• What needs to be done: Exact reproduction required: the lines below from the line with "out[..., 1] = -MOMENT_SIGN[problem.name]" to the line with "(rigidly or by", both ends included, and no others.

• Entries provided:
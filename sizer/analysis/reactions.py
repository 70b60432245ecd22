"""Support reactions by statics, bay by bay between neighbouring acting supports, from the
well-conditioned end forces of each bay's longest element (no K u - F cancellation). Forces in N,
moments in N*m, each along or about +x, +y, +z on the member.
"""

from __future__ import annotations

import numpy as np

from sizer.analysis.cuts import section_actions
from sizer.analysis.element_loads import PROBLEM_ORDER
from sizer.analysis.layout import Layout
from sizer.analysis.loads import Lines, Points
from sizer.analysis.problems import MOMENT_SIGN, POINT_COMPONENT, Problem, beam_element_matrices, element_freedoms


def _element_start_actions(problem: Problem, layout: Layout, u: np.ndarray, fixed: np.ndarray, elements: np.ndarray) -> np.ndarray:
    """(C, len(elements), 2) internal (force, moment) actions of the problem just right of each element's
    start node for each of the C load columns (u (size, C), fixed (C, ne, 4, 4)), from the force the
    node exerts on the element: k u + fixed-end force (N, N*m; the global sign of the action, My for
    the x-z problem)."""
    le = layout.lengths[elements]
    forces = fixed[:, elements, PROBLEM_ORDER.index(problem.name)]  # (C, len(elements), 4)
    out = np.zeros((u.shape[1], len(elements), 2))
    if problem.bending:
        dofs = element_freedoms(problem.translation, *problem.rotations)[elements]
        ke = beam_element_matrices(le, problem.rigidity)
        end_forces = np.einsum("eij,ejc->cei", ke[:, :2, :], u[dofs]) + forces[:, :, :2]
        out[..., 0] = -end_forces[..., 0]
        out[..., 1] = -MOMENT_SIGN[problem.name] * end_forces[..., 1]
    else:
        nodes = problem.translation
        out[..., 0] = -(problem.rigidity / le * (u[nodes[elements]] - u[nodes[elements + 1]]).T + forces[:, :, 0])
    return out


def _active_supports(problem: Problem, layout: Layout) -> tuple[np.ndarray, np.ndarray, np.ndarray]:
    """Supports acting in this problem, by position: indices, and whether each holds (rigidly or by
    a spring) the translation and the rotation."""
    nodes = layout.support_nodes
    holds = problem.held | (problem.springs > 0)
    translation = holds[problem.translation[nodes]]
    rotation = holds[problem.rotations[0][nodes]] if problem.bending else np.zeros(len(nodes), bool)
    active = np.flatnonzero(translation | rotation)
    active = active[np.argsort(layout.nodes[nodes[active]], kind="stable")]
    return active, translation[active], rotation[active]


def _bay_cuts(problem: Problem, layout: Layout) -> tuple[np.ndarray, np.ndarray, np.ndarray, np.ndarray, np.ndarray]:
    """The supports acting in this problem (by position, and what each holds), the longest element of
    each bay between neighbouring ones, and the cuts (m): just right of each such element's start,
    and the member's end."""
    active, holds_translation, holds_rotation = _active_supports(problem, layout)
    nodes = layout.support_nodes[active]
    lengths = layout.lengths
    longest = np.array([start + int(np.argmax(lengths[start:stop])) for start, stop in zip(nodes[:-1], nodes[1:])], dtype=int)
    xs = np.concatenate([layout.nodes[longest], [layout.length]]) if len(active) else np.zeros(0)
    return active, holds_translation, holds_rotation, longest, xs


def _problem_reactions(problem: Problem, layout: Layout, u: np.ndarray, fixed: np.ndarray, positions: np.ndarray,
                       bays: tuple[np.ndarray, ...], from_loads: np.ndarray) -> np.ndarray:
    """(C, n_supports, 2) reactions (force, moment) of each support in this problem for each of the C
    load columns (u (size, C), fixed (C, ne, 4, 4)); `bays` as _bay_cuts gives them, `from_loads`
    (C, cuts, 6) the actions of the loads alone at its cuts.

    Computed by statics, bay by bay: between two neighbouring acting supports, the actions just
    right of the start of the bay's longest element (from its end forces, well conditioned) give
    the resultant of all reactions to its left; before the first support it is zero and after the
    last it balances the loads. Each reaction is the difference of neighbouring resultants. (The
    residual K u - F would lose digits on short elements.)"""
    count = u.shape[1]
    out = np.zeros((count, len(positions), 2))
    active, holds_translation, holds_rotation, longest, xs = bays
    if not len(active):
        return out
    force_col, moment_col = POINT_COMPONENT[problem.name]
    elastic = np.concatenate([_element_start_actions(problem, layout, u, fixed, longest), np.zeros((count, 1, 2))], axis=1)
    columns = [force_col] + ([moment_col] if moment_col is not None else [])
    of_reactions = elastic[:, :, : len(columns)] - from_loads[:, :, columns]
    start = np.zeros((count, 1))
    force = np.concatenate([start, -of_reactions[:, :, 0]], axis=1)  # resultant force of the reactions left of each bay
    reaction_force = np.diff(force, axis=1)
    out[:, active, 0] = np.where(holds_translation, reaction_force, 0.0)
    if moment_col is not None:
        # moment about the origin of the reactions left of each bay: -M(x) + x F (Mz) or -M(x) - x F (My)
        lever = 1.0 if moment_col == 5 else -1.0
        moment = np.concatenate([start, -of_reactions[:, :, 1] + lever * xs * force[:, 1:]], axis=1)
        reaction_moment = np.diff(moment, axis=1) - lever * positions[active] * reaction_force
        out[:, active, 1] = np.where(holds_rotation, reaction_moment, 0.0)
    return out


def column_reactions(problems: dict[str, Problem], layout: Layout, displacement: dict[str, np.ndarray],
                     loads: list[tuple[Points, Lines]], fixed: list[np.ndarray], positions: np.ndarray) -> list[np.ndarray]:
    """(n_supports, 6) reactions Fx, Fy, Fz, Mx, My, Mz of each support for each load column
    (`loads` and `fixed` one per column; displacement[name] (size, columns)): every column and every
    problem's cuts at once."""
    if not loads:
        return []
    reactions = np.zeros((len(loads), len(positions), 6))
    bays = {name: _bay_cuts(problem, layout) for name, problem in problems.items()}
    xs = np.concatenate([cuts[-1] for cuts in bays.values()])
    splits = np.cumsum([len(cuts[-1]) for cuts in bays.values()])[:-1]
    at_cuts = section_actions(loads, np.eye(len(loads)), xs, np.ones(xs.size, bool), layout.tol)  # (columns, cuts, 6)
    stacked = np.stack(fixed)
    for (name, problem), from_loads in zip(problems.items(), np.split(at_cuts, splits, axis=1)):
        values = _problem_reactions(problem, layout, displacement[name], stacked, positions, bays[name], from_loads)
        force_col, moment_col = POINT_COMPONENT[name]
        reactions[:, :, force_col] = values[..., 0]
        if moment_col is not None:
            reactions[:, :, moment_col] = values[..., 1]
    return list(reactions + 0.0)
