def equivalent_check(stress: FieldPeaks, xs: np.ndarray, names: tuple[str, ...], design: Design) -> CheckResult:
    """Peak von Mises stress against the `equivalent` allowable, where given (optional check)."""
    allowable = design.material.allowable.equivalent
    if allowable is None:
        return CheckResult("equivalent", None, detail="no 'equivalent' allowable given for the material")
    value, at, combination = _place(stress.largest(stress.equivalent_upper, lambda rows, exact: exact[:, 2]), xs, names)
    return CheckResult("equivalent", value / allowable, value, allowable, at, combination, detail="von Mises")


def buckling_check(stress: FieldPeaks, xs: np.ndarray, names: tuple[str, ...], design: Design,
                   axes: list[BucklingAxis]) -> CheckResult:
    """Largest axial compression against the flexural buckling load / safety factor, each principal axis."""
    compression = np.maximum(-stress.axial * design.props.area, 0.0)
    if compression.max() <= ZERO_ACTION:
        return CheckResult("buckling", None, detail="no axial compression")
    value, at, combination = _locate(compression, xs, names)
    factor = design.member.checks.buckling_safety_factor
    weakest = min(axes, key=lambda axis: axis.critical_stress)
    allowable = weakest.critical_stress * design.props.area / factor
    detail = (f"{weakest.formula} about the {weakest.axis} axis, KL/r = {weakest.slenderness:.0f}, "
              f"P_cr = {weakest.critical_stress * design.props.area / 1e3:.4g} kN, safety factor {factor:g}")
    return CheckResult("buckling", value / allowable, value, allowable, at, combination, quantity="force", detail=detail)


# ----------------------------------------------------------------------------------------------
# deflection

@dataclass(frozen=True)
class Span:
    """A span between two transverse supports, or an overhang beyond the outer one (m)."""

    start: float
    end: float
    overhang: bool
    base: float | None = None  # for an overhang: the support it hangs from

    @property
    def length(self) -> float:
        return self.end - self.start


def spans(member: Member) -> list[Span]:
    """Spans between supports that hold (or spring) uy or uz, and overhangs beyond the outer ones."""
    held = sorted({s.at for s in member.supports if {"uy", "uz"} & (set(s.restrain) | set(s.springs))})
    if not held:
        return []
    found = [Span(a, b, False) for a, b in zip(held, held[1:]) if b > a]
    if held[0] > 0:
        found.insert(0, Span(0.0, held[0], True, held[0]))
    if held[-1] < member.length:
        found.append(Span(held[-1], member.length, True, held[-1]))
    return found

• Answer:
        out[..., 1] = -MOMENT_SIGN[problem.name] * end_forces[..., 1]
    else:
        nodes = problem.translation
        out[..., 0] = -(problem.rigidity / le * (u[nodes[elements]] - u[nodes[elements + 1]]).T + forces[:, :, 0])
    return out


def _active_supports(problem: Problem, layout: Layout) -> tuple[np.ndarray, np.ndarray, np.ndarray]:
    """Supports acting in this problem, by position: indices, and whether each holds (rigidly or by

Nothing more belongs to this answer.